* _WHAT YOU HAVE TO DO_:
Up to and including the line with "from bracing.data_members import", repeat every line of the listing exactly, beginning at the first.
╭─ EXTRACTED MATERIAL
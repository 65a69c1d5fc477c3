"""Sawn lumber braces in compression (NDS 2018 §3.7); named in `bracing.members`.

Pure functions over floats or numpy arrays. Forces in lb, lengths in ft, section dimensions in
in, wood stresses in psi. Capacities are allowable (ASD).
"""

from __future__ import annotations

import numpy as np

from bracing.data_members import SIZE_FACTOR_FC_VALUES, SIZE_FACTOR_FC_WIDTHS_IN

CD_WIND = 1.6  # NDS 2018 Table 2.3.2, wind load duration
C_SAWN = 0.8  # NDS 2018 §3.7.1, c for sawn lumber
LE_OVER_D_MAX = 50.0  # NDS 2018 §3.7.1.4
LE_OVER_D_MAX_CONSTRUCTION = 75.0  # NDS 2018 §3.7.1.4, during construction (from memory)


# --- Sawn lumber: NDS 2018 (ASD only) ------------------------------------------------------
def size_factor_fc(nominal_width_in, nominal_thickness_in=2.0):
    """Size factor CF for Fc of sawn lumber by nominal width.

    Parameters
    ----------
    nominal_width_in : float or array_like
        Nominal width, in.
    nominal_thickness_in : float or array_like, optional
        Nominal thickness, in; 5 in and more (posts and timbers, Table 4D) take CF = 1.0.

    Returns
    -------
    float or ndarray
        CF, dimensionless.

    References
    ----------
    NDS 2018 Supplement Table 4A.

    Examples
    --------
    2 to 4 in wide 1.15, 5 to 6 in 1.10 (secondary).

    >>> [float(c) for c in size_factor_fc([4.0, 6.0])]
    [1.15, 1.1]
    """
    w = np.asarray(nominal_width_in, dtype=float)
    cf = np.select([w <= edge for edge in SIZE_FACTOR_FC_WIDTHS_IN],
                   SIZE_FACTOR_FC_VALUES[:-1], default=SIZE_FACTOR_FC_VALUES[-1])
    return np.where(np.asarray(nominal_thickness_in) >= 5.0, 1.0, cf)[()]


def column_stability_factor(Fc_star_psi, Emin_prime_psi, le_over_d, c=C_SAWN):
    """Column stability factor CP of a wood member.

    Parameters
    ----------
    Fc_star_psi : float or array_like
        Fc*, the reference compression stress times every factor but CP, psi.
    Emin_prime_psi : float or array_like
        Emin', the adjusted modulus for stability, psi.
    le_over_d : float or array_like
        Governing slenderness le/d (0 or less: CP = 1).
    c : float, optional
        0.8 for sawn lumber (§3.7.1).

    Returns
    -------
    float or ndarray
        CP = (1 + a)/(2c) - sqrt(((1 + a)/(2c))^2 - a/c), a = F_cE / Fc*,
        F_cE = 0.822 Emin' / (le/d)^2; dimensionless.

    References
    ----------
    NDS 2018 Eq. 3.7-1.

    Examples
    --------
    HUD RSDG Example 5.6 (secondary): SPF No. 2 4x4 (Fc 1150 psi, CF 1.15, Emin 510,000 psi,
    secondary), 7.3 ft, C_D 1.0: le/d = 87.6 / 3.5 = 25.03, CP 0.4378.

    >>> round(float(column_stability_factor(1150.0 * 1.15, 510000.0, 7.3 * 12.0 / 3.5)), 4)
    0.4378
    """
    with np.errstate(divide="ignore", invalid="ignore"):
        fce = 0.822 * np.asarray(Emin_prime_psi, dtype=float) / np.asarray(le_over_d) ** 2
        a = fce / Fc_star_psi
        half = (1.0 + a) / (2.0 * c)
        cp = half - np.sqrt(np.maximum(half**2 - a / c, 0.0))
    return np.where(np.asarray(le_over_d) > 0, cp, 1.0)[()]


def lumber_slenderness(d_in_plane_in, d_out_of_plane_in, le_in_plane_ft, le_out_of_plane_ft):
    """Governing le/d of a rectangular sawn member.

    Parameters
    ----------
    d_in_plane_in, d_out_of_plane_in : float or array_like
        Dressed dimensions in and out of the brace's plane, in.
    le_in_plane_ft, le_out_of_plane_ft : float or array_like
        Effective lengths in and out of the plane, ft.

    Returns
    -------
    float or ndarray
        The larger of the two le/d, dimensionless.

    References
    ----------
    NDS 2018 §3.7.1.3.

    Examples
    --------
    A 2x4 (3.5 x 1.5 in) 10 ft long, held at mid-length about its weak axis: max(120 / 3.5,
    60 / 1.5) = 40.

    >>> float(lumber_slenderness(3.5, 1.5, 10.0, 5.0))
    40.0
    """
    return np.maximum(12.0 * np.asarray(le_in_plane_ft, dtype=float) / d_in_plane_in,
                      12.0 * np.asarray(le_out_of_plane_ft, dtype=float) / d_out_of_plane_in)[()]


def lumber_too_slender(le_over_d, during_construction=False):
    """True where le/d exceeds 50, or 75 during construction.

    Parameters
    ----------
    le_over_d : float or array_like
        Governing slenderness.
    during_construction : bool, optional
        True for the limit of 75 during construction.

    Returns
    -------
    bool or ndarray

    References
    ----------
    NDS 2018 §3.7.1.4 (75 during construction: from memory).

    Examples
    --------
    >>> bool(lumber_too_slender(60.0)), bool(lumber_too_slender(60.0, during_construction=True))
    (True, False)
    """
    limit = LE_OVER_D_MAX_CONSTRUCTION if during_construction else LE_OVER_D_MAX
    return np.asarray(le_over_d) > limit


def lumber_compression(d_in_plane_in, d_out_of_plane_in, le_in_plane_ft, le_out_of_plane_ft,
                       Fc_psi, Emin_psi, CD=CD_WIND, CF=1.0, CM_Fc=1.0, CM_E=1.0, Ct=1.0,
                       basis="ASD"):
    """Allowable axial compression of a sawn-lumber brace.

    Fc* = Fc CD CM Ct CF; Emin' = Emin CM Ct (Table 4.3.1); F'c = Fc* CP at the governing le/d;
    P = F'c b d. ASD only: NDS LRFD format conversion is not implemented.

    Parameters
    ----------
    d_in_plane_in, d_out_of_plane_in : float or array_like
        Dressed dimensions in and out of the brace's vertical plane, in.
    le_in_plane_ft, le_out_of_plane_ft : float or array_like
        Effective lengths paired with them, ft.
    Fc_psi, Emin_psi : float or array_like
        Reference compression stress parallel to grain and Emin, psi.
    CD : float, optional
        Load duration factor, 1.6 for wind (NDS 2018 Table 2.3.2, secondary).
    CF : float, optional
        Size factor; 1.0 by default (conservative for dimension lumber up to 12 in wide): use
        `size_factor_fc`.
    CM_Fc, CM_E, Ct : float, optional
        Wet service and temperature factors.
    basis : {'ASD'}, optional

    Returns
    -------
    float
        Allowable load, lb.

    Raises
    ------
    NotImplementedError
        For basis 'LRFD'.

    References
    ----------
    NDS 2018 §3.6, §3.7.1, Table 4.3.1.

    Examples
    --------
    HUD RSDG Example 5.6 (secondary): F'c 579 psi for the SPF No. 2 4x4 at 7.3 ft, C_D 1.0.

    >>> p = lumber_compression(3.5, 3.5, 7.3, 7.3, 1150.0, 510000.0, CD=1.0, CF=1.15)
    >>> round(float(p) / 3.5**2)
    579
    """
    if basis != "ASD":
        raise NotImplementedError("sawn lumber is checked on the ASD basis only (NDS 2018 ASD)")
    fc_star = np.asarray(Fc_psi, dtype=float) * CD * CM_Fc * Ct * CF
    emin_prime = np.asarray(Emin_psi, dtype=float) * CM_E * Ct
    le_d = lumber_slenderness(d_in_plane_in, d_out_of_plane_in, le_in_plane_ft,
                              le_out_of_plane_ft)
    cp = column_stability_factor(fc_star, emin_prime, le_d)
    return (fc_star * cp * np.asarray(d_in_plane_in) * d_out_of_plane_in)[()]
╰─
* _ANSWER AREA_:
repository 65a69c1d5fc477c3
"""Sawn lumber braces in compression (NDS 2018 §3.7); named in `bracing.members`.

Pure functions over floats or numpy arrays. Forces in lb, lengths in ft, section dimensions in
in, wood stresses in psi. Capacities are allowable (ASD).
"""

from __future__ import annotations

import numpy as np

from bracing.data_members import SIZE_FACTOR_FC_VALUES, SIZE_FACTOR_FC_WIDTHS_IN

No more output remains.